▸ **Brief**: Please output exactly the part of the records below that opens with the line containing "allowance checks. */" and closes with the line containing "for (const [field, list]", both lines included, and nothing else.
═══ Entries provided ═══
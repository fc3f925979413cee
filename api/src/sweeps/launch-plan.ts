import type { EntityManager } from '@mikro-orm/postgresql';
import type { EstimateBasis, FrozenSweepDescription, SizeEstimate, SweepLaunch } from '../../../shared/schemas/sweep.js';
import { checkCandidateSet } from '../../../shared/sweeps/candidate-set-check.js';
import { estimateBySize, speedBasis, type MeasuredThroughput } from '../../../shared/sweeps/sweep-estimate.js';
import { CandidateSet } from '../entities/candidate-set.js';
import type { Project } from '../entities/project.js';
import { Recording } from '../entities/recording.js';
import { HttpError } from '../http/http-error.js';
import { measuredThroughput } from './measured-throughput.js';

/** A launch worked out before any allowance is consulted: the frozen description and the expected work. */
export interface LaunchPlan {
  name: string;
  candidateSet: CandidateSet;
  description: FrozenSweepDescription;
  candidateCount: number;
  knownCount: number;
  sizes: { min: number; max: number };
  perSize: SizeEstimate[];
  totalSubsets: number;
  /** CPU seconds of the shards at the speed per size: what the team is charged, and what the allowance checks. */
  cpuSeconds: number;
  /** The speed measured so far (the prepare step cuts shards by it too), and what the CPU seconds rest on. */
  measured: MeasuredThroughput;
  speed: EstimateBasis;
  warnings: string[];
}

function refused(field: string, message: string): HttpError {
  return new HttpError(400, 'invalid_body', message, { [field]: message });
}

async function loadRecordings(em: EntityManager, project: Project, ids: string[], field: string): Promise<Recording[]> {
  const found = await em.find(Recording, { id: ids, project });
  return ids.map((id, i) => {
    const recording = found.find((r) => r.id === id);
    if (!recording) throw refused(`${field}.${i}`, 'That recording does not exist in this project.');
    return recording;
  });
}

/**
 * Reads the candidate set and the recordings the launch names, checks they fit together (every recording
 * maps every coordinate; forces or a reference term fix the scale), freezes the description and estimates
 * the work. The candidate count is the set's after repeats are left out: the prepare step may screen out
 * more (columns zero on the data), so the estimate is an upper bound.
 */
export async function planLaunch(em: EntityManager, project: Project, launch: SweepLaunch): Promise<LaunchPlan> {
  const candidateSet = await em.findOne(CandidateSet, { id: launch.candidateSetId, project });
  if (!candidateSet) throw refused('candidateSetId', 'That candidate set does not exist in this project.');
  const training = await loadRecordings(em, project, launch.trainingRecordingIds, 'trainingRecordingIds');
  const validation = await loadRecordings(em, project, launch.validationRecordingIds, 'validationRecordingIds');

  const coordinates = candidateSet.coordinates;
  for (const [field, list] of [['trainingRecordingIds', training], ['validationRecordingIds', validation]] as const) {
    list.forEach((recording, i) => {
      const missing = coordinates.filter((c) => !recording.coordinates.includes(c));
      if (missing.length > 0) {
        throw refused(`${field}.${i}`, `Recording "${recording.name}" does not map the coordinate(s) ${missing.join(', ')} of candidate set "${candidateSet.name}".`);
      }
    });
  }
  const drivenCoordinate = (r: Recording) => r.mapping.coordinates.some((c) => c.force && coordinates.includes(c.name));
  if (!training.some(drivenCoordinate) && !candidateSet.reference) {
    throw refused(
      'candidateSetId',
      'The training recordings carry no forces, so the scale of the energy is free: give the candidate set a reference term with a fixed coefficient, or use recordings with force columns.',
    );
  }

  const check = checkCandidateSet({ ...candidateSet, reference: candidateSet.reference ?? null, generator: candidateSet.generator ?? null });
  if (!check.valid) throw refused('candidateSetId', `The candidate set is not valid: ${check.problems[0]?.message ?? 'unknown problem'}`);
  const { settings } = launch;
  const candidateCount = check.candidateCount;
  if (settings.sizes.min > candidateCount) {
    throw refused('settings.sizes.min', `sizes.min is ${settings.sizes.min}, but the candidate set has only ${candidateCount} candidate terms.`);
  }
  const warnings = [...check.warnings];
  const sizes = { min: settings.sizes.min, max: Math.min(settings.sizes.max, candidateCount) };
  if (sizes.max < settings.sizes.max) warnings.push(`sizes.max is ${settings.sizes.max}, but the candidate set has only ${candidateCount} candidate terms: the sweep stops at ${candidateCount}.`);

  const measured = await measuredThroughput(em);
  const perSize = estimateBySize(candidateCount, sizes, measured);
  const totalSubsets = perSize.reduce((sum, s) => sum + s.subsets, 0);
  const description: FrozenSweepDescription = {
    coordinates,
    terms: candidateSet.terms,
    known: candidateSet.known,
    reference: candidateSet.reference ?? null,
    settings,
    recordings: [
      ...training.map((r) => ({ id: r.id, name: r.name, role: 'train' as const })),
      ...validation.map((r) => ({ id: r.id, name: r.name, role: 'validate' as const })),
    ],
  };
  return {
    name: launch.name || `${candidateSet.name}, sizes ${sizes.min} to ${sizes.max}`,
    candidateSet,
    description,
    candidateCount,
    knownCount: candidateSet.known.length,
    sizes,
    perSize,
    totalSubsets,
    cpuSeconds: perSize.reduce((sum, s) => sum + s.cpuSeconds, 0),
    measured,
    speed: speedBasis(perSize, measured),
    warnings,
  };
}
═══
▸ **Task answer**:
  /** CPU seconds of the shards at the speed per size: what the team is charged, and what the allowance checks. */
  cpuSeconds: number;
  /** The speed measured so far (the prepare step cuts shards by it too), and what the CPU seconds rest on. */
  measured: MeasuredThroughput;
  speed: EstimateBasis;
  warnings: string[];
}

function refused(field: string, message: string): HttpError {
  return new HttpError(400, 'invalid_body', message, { [field]: message });
}

async function loadRecordings(em: EntityManager, project: Project, ids: string[], field: string): Promise<Recording[]> {
  const found = await em.find(Recording, { id: ids, project });
  return ids.map((id, i) => {
    const recording = found.find((r) => r.id === id);
    if (!recording) throw refused(`${field}.${i}`, 'That recording does not exist in this project.');
    return recording;
  });
}

/**
 * Reads the candidate set and the recordings the launch names, checks they fit together (every recording
 * maps every coordinate; forces or a reference term fix the scale), freezes the description and estimates
 * the work. The candidate count is the set's after repeats are left out: the prepare step may screen out
 * more (columns zero on the data), so the estimate is an upper bound.
 */
export async function planLaunch(em: EntityManager, project: Project, launch: SweepLaunch): Promise<LaunchPlan> {
  const candidateSet = await em.findOne(CandidateSet, { id: launch.candidateSetId, project });
  if (!candidateSet) throw refused('candidateSetId', 'That candidate set does not exist in this project.');
  const training = await loadRecordings(em, project, launch.trainingRecordingIds, 'trainingRecordingIds');
  const validation = await loadRecordings(em, project, launch.validationRecordingIds, 'validationRecordingIds');

  const coordinates = candidateSet.coordinates;
  for (const [field, list] of [['trainingRecordingIds', training], ['validationRecordingIds', validation]] as const) {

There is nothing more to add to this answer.